Alumis isn't an isolated case. Biotech IPOs in 2026 have already raised about $5 billion across roughly 14 deals through late June.
But the math reveals something unusual. The median IPO size in Q1 2026 was $287.5 million, more than double the early 2025 figure. Kailera Therapeutics shattered records in April with a $625 million debut, surpassing Moderna's $600 million 2018 offering as the largest biotech IPO ever.
Of the first 13 venture-backed biotechs to go public in 2026, 11 raised at least $250 million each. This isn't a broad reopening of the IPO market. It's a velvet rope situation: if you have late-stage data and a well-known investor syndicate, you're in. Everyone else is still waiting outside.

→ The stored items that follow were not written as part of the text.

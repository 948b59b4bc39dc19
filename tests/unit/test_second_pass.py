"""What the study file decides about sound rows: holes, jumps, returns from prices; and several files at once."""

from __future__ import annotations

from pathlib import Path

import numpy as np
import pandas as pd
import pytest
from tests.unit import intake_examples as examples
from tests.unit.intake_examples import aside, fault, kept, lines, validate

HOLE = "a month missing inside a security's history"
JUMP = "a jump over 300 % that reverses in the next month"


def history(name: str, returns: dict[int, float | str]) -> list[str]:
    """Rows of a security, given as {month of 2000: return}."""
    return [f"{name},2000-{month:02d}-28,{value},,1,1" for month, value in returns.items()]


# Returns after a hole.


def test_returns_after_a_hole_are_kept_unless_the_study_says_otherwise(tmp_path: Path) -> None:
    found = validate(tmp_path, lines(*history("A", {1: 0.1, 4: 0.5})))
    assert len(found.panel) == 2
    assert (fault(found, 20)["n"], fault(found, 20)["kinds"]) == (2, {})


def test_returns_after_a_hole_set_aside(tmp_path: Path) -> None:
    rows = history("A", {1: 0.1, 2: 0.1, 4: 0.5, 5: 0.1}) + history("B", {3: 0.1, 4: 0.1})
    found = validate(tmp_path, lines(*rows), return_after_hole="set_aside")
    assert kept(found) == [
        ("A", "2000-01"), ("A", "2000-02"), ("A", "2000-05"), ("B", "2000-03"), ("B", "2000-04")
    ]  # fmt: skip
    assert aside(found) == [(4, 20, f"{HOLE}: A on 2000-04-28", rows[2])]
    # Of A's history two months are missing now; a row set aside is counted apart from them.
    assert (fault(found, 20)["n"], fault(found, 20)["kinds"]) == (3, {"set aside": 1})
    assert fault(found, 20)["examples"] == ["A on 2000-05-28", "line 4"]


def test_a_row_set_aside_makes_a_hole(tmp_path: Path) -> None:
    rows = history("A", {1: 0.1, 2: "halted", 3: 0.1, 4: 0.1})
    found = validate(tmp_path, lines(*rows), return_after_hole="set_aside")
    assert kept(found) == [("A", "2000-01"), ("A", "2000-04")]
    assert [row[:2] for row in aside(found)] == [(3, 13), (4, 20)]


# Jumps that reverse.


def test_jumps_that_reverse_are_kept_unless_the_study_says_otherwise(tmp_path: Path) -> None:
    found = validate(tmp_path, lines(*history("A", {1: 4.0, 2: -0.8})))
    assert len(found.panel) == 2
    assert (fault(found, 22)["n"], fault(found, 22)["examples"]) == (1, ["A on 2000-02-28"])


def test_jumps_that_reverse_set_aside(tmp_path: Path) -> None:
    rows = [
        *history("A", {1: 0.1, 2: 4.0, 3: -0.8, 4: 0.1}),  # 5 × 0.2 − 1 = 0
        *history("B", {1: 4.0, 2: -0.7}),  # 5 × 0.3 − 1 = 50 %, not below
        *history("C", {12: 4.0}),
        *history("D", {1: -0.8}),
    ]
    found = validate(tmp_path, lines(*rows), outliers={"jump_and_reversal": "set_aside"})
    assert aside(found) == [
        (3, 22, f"{JUMP}: A on 2000-02-28", rows[1]),
        (4, 22, f"{JUMP}: A on 2000-03-28", rows[2]),
    ]
    assert len(found.panel) == 6
    assert (fault(found, 22)["n"], fault(found, 22)["kinds"]) == (2, {"set aside": 2})


def test_a_row_after_a_hole_is_set_aside_once(tmp_path: Path) -> None:
    rows = history("A", {1: 0.1, 3: 4.0, 4: -0.8})
    found = validate(
        tmp_path,
        lines(*rows),
        return_after_hole="set_aside",
        outliers={"jump_and_reversal": "set_aside"},
    )
    assert [row[:2] for row in aside(found)] == [(3, 20), (4, 22)]
    assert kept(found) == [("A", "2000-01")]


# Returns from prices.

PRICED = {name: theirs for name, theirs in examples.COLUMNS.items() if name != "return"}


def prices(*rows: tuple[str, str, str]) -> str:
    listed = [f"{name},{day},,{price}" for name, day, price in rows]
    return lines(*listed, header="id,day,final,px")


def test_returns_from_prices(tmp_path: Path) -> None:
    columns = {name: PRICED[name] for name in ("security", "date", "price")}
    text = prices(
        ("A", "2000-01-31", "8"),
        ("A", "2000-02-29", "10"),
        ("A", "2000-03-31", "5"),
        ("A", "2000-05-31", "10"),  # no price of the month before
        ("A", "2000-06-30", "NA"),
        ("A", "2000-07-31", "10"),
        ("A", "2000-08-31", "0"),
        ("A", "2000-09-29", "-10"),  # a vendor's mark that nothing was traded
        ("A", "2000-10-31", "10"),
        ("A", "2000-11-30", '"1,000"'),
        ("B", "2000-12-29", "20"),  # does not go on from A
    )
    found = validate(tmp_path, text, columns=columns, unit="percent", return_from="price")
    gap = np.nan
    np.testing.assert_array_equal(
        found.panel["total_return"], [gap, 0.25, -0.5, gap, gap, gap, gap, gap, gap, 99.0, gap]
    )
    np.testing.assert_allclose(found.panel["excess_return"][1], 0.248, rtol=1e-15)
    assert found.panel["price"].tolist()[:4] == [8, 10, 5, 10]
    assert found.intake["n_missing_returns"] == 8
    assert fault(found, 12) is None  # no code stood for a missing return
    assert fault(found, 20)["n"] == 1


def test_a_price_set_aside_gives_no_return_to_the_next_month(tmp_path: Path) -> None:
    columns = {name: PRICED[name] for name in ("security", "date", "price")}
    days = ["2000-01-31", "2000-02-29", "2000-03-31", "2000-03-30", "2000-04-28", "2000-05-31"]
    text = prices(*(("A", day, price) for day, price in zip(days, "4x8948", strict=True)))
    found = validate(tmp_path, text, columns=columns, return_from="price")
    assert [row[:2] for row in aside(found)] == [(3, 13), (4, 19), (5, 19)]
    np.testing.assert_array_equal(found.panel["total_return"], [np.nan, np.nan, 1.0])


def test_final_returns_and_flags_on_returns_from_prices(tmp_path: Path) -> None:
    columns = {name: PRICED[name] for name in ("security", "date", "price", "final_return")}
    text = lines(
        "A,2000-01-31,,10", "A,2000-02-29,,50", "A,2000-03-31,-0.5,10", "B,2000-12-29,,1",
        header="id,day,final,px",
    )  # fmt: skip
    found = validate(tmp_path, text, columns=columns, return_from="price")
    # 0.2 × 0.5 − 1, to the rounding of one product.
    np.testing.assert_allclose(found.panel["total_return"][:3], [np.nan, 4.0, -0.9], rtol=1e-15)
    assert fault(found, 22)["examples"] == ["A on 2000-03-31"]


# Several files.


def test_several_files_are_one_delivery(tmp_path: Path, monkeypatch: pytest.MonkeyPatch) -> None:
    examples.in_pieces(monkeypatch, 2)
    early = [*history("A", {1: 0.1, 2: 0.2}), *history("B", {1: "x"}), *history("C", {1: 0.3})]
    late = [
        *history("A", {2: 0.2, 3: 0.3}),  # the first again
        *history("C", {1: 0.4}),  # another value
        "B,2000-02-28",
        *history("B", {2: 0.1}),
    ]
    files = [
        Path(examples.write(tmp_path / name, lines(*rows)))
        for name, rows in (("early.csv", early), ("late.csv", late))
    ]
    found = validate(tmp_path, files)
    assert kept(found) == [("A", "2000-01"), ("A", "2000-02"), ("A", "2000-03"), ("B", "2000-02")]
    assert found.set_aside[["file", "line", "fault", "raw"]].to_numpy().tolist() == [
        ["raw/early.csv", 4, 13, early[2]],
        ["raw/early.csv", 5, 19, early[3]],
        ["raw/late.csv", 4, 19, late[2]],
        ["raw/late.csv", 5, 5, late[3]],
    ]
    counts = found.intake
    assert [counts[f"rows_{what}"] for what in ("read", "kept", "set_aside")] == [9, 4, 4]
    assert counts["exact_duplicates"] == 1
    assert fault(found, 19)["examples"] == ["raw/early.csv, line 5", "raw/late.csv, line 4"]
    last = validate(tmp_path, files, same_month_rows="last")
    assert last.panel.query("security == 'C'")["total_return"].tolist() == [0.4]
    first = validate(tmp_path, files[::-1], same_month_rows="last")
    assert first.panel.query("security == 'C'")["total_return"].tolist() == [0.3]


def test_pieces_do_not_show(tmp_path: Path) -> None:
    rng = np.random.default_rng(4)
    rows = [
        f"{name},2000-{month:02d}-28,{value:.3f},,{abs(value):.3f},{price:.2f}"
        for name, month, value, price in zip(
            rng.integers(0, 9, 80), rng.integers(1, 13, 80), rng.normal(0, 1, 80),
            rng.normal(2, 1, 80), strict=True,
        )
    ]  # fmt: skip
    options = {
        "same_month_rows": "first",
        "return_after_hole": "set_aside",
        "screens": [{"column": "price", "at_least": 1}],
        "stale_run": 2,
        "missing_final_return": -0.3,
    }
    results = []
    for at_most in (1, 3, 10, 1000):
        with pytest.MonkeyPatch.context() as patch:
            examples.in_pieces(patch, at_most)
            results.append(validate(tmp_path, lines(*rows), **options))
    for found in results[:-1]:
        pd.testing.assert_frame_equal(found.panel, results[-1].panel)
        pd.testing.assert_frame_equal(found.set_aside, results[-1].set_aside)
        assert found.intake == results[-1].intake
    assert {15, 19, 20} <= set(results[-1].set_aside["fault"])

Analysts covering Alumis generally rate it a Buy, with price targets ranging from as low as $19 up to $55, with consensus implying roughly 79% upside from recent levels. Oppenheimer recently raised its target to $55.
The bull case is straightforward: envudeucitinib's Phase 3 data looks competitive, the safety story differentiates it, and the company now has a massive cash pile to fund commercialization prep. Alumis later raised an additional $345 million in a follow-on offering (at $17 per share, above the IPO price), which tells you institutional demand sharpened once the initial volatility settled.
The bear case is equally simple. Alumis is pre-revenue. Psoriasis is a crowded market with biologics that already work well. And broken IPOs sometimes stay broken.
But for a company that has raised over $600 million before selling a single pill, the bet is clear: TYK2 inhibition will be big enough to justify all of it. The 2026 IPO window gave Alumis its shot. Now the Phase 3 data has to deliver.